今年の暑さは異常だったが、このところ世界的に見てもかんばつや山火事、集中豪雨の被害といった異常気象による被害が続いている。 その原因ははっきりしないが、地球全体の温暖化が引き金になっていることは間違いないようだ。 加えて問題は、温暖化の速度が今世紀にますます加速することである。 中国やインドなどの巨大な人口を抱える国々では、米国や日本が辿ってきた道をこれから歩み始めるからである。 そこで、先進国といわれる国は、積極的に地球温暖化防止の対策を講じて、それを今後成長する国々に技術移転する努力が必要だ。 それには資源を使いまわす循環型社会に向かうことである。 人やモノの動きでなく情報の移動ですむところは極力それに換えなければならない。 テレワークやeラーニングもその方向にあることは間違いはない。

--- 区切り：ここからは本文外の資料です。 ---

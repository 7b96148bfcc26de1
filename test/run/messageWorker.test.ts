import { describe, expect, it } from 'vitest'
import { nacaSection, runTask, type Task, type TaskResult } from '../../src/core'
import { transferables, type ResultMessage, type TaskMessage } from '../../src/run/messages'
import { messageWorker } from '../../src/run/messageWorker'
import { sectionState } from '../support/states'
import { longTask, resultOf } from './fakes'

function fakePort(): {
  worker: ReturnType<typeof messageWorker>
  posted: TaskMessage[]
  answer: (message: ResultMessage) => void
  end: (reason: string) => void
  terminated: () => boolean
} {
  const posted: TaskMessage[] = []
  let answer: (message: ResultMessage) => void = () => {}
  let end: (reason: string) => void = () => {}
  let terminated = false
  const worker = messageWorker({
    post: (message) => posted.push(message),
    onMessage: (callback) => (answer = callback),
    onEnd: (callback) => (end = callback),
    terminate: () => (terminated = true),
  })
  return { worker, posted, answer: (m) => answer(m), end: (r) => end(r), terminated: () => terminated }
}

describe('a worker that speaks by messages', () => {
  it('gives each result to the one who asked for it, whatever the order', async () => {
    const { worker, posted, answer } = fakePort()
    const first = worker.run(longTask('a'))
    const second = worker.run(longTask('b'))
    answer({ id: posted[1]!.id, result: resultOf('b') })
    answer({ id: posted[0]!.id, result: resultOf('a') })
    expect(await first).toEqual(resultOf('a'))
    expect(await second).toEqual(resultOf('b'))
  })

  it('rejects with the fault that the worker names', async () => {
    const { worker, posted, answer } = fakePort()
    const asked = worker.run(longTask('a'))
    answer({ id: posted[0]!.id, fault: 'a fault of ours' })
    await expect(asked).rejects.toThrow('a fault of ours')
  })

  it('rejects what waits, and all that comes later, when the worker ends', async () => {
    const { worker, end } = fakePort()
    const asked = worker.run(longTask('a'))
    end('the worker stopped')
    await expect(asked).rejects.toThrow('the worker stopped')
    await expect(worker.run(longTask('b'))).rejects.toThrow('the worker stopped')
  })

  it('ends the worker and leaves nobody waiting when it is terminated', async () => {
    const { worker, terminated } = fakePort()
    const asked = worker.run(longTask('a'))
    worker.terminate()
    expect(terminated()).toBe(true)
    await expect(asked).rejects.toThrow()
  })
})

/** A viscous pressure on few panels: quick, and with boundary layers. */
const task = {
  kind: 'pressure',
  section: nacaSection('2412'),
  state: sectionState({ method: 'viscous', reynolds: 1e6, amplification: 9, panels: 60 }),
} satisfies Partial<Task>

describe('what may be transferred', () => {
  it('is every buffer of a pressure once, and nothing of a polar', () => {
    const shared = new Float64Array(4)
    const pressure = {
      kind: 'pressure',
      pressure: { x: shared.subarray(0, 2), y: shared.subarray(2), pressureCoefficient: new Float64Array(2) },
    } as unknown as TaskResult
    expect(transferables(pressure)).toHaveLength(2)
    expect(transferables(resultOf('a'))).toEqual([])
  })

  it('is every array of the boundary layers too, so that none is copied', () => {
    const result = runTask({ ...task, at: { alpha: 0.03 } })
    if (result.kind !== 'pressure' || result.pressure.layers === null) throw new Error('no layers')
    const { layers, x, y, pressureCoefficient } = result.pressure
    const sides = [layers.upper, layers.lower].flatMap((side) => [
      ...[side.x, side.momentumThickness, side.shapeFactor, side.frictionCoefficient, side.amplification],
    ])
    const buffers = [x, y, pressureCoefficient, ...sides].map((values) => values.buffer)
    expect(new Set(transferables(result))).toEqual(new Set(buffers))
    const sent = structuredClone(result, { transfer: transferables(result) })
    expect(x).toHaveLength(0)
    for (const values of sides) expect(values).toHaveLength(0)
    expect(sent.pressure.layers!.upper.x.length).toBeGreaterThan(10)
  })
})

ことにマイカー通勤が多い米国のような国での効果は大きい。 人が一箇所に集中することは、周辺からの物資の輸送も多くなる。 分散型になって必要なエネルギーや物資が近隣から調達できれば効率はいい。 一方、もともと公共交通機関が発達しているわが国ではテレワークによるエネルギー節約はそれほど見込めないかもしれない。 逆に、エアコン使用や冷蔵庫を開け閉めする回数が多くなるから、通勤減少分との収支全体ではどうかという気がしなくはない。しかし、次のような面では、確実にエネルギー節約になる。
第一に服装が薄着でいいこと。
第二に家族の行動パターンである。夕食を一緒に食べる機会が増えるので、食事の準備のエネルギーロスが減るし、風呂を沸かす回数も少なくなる。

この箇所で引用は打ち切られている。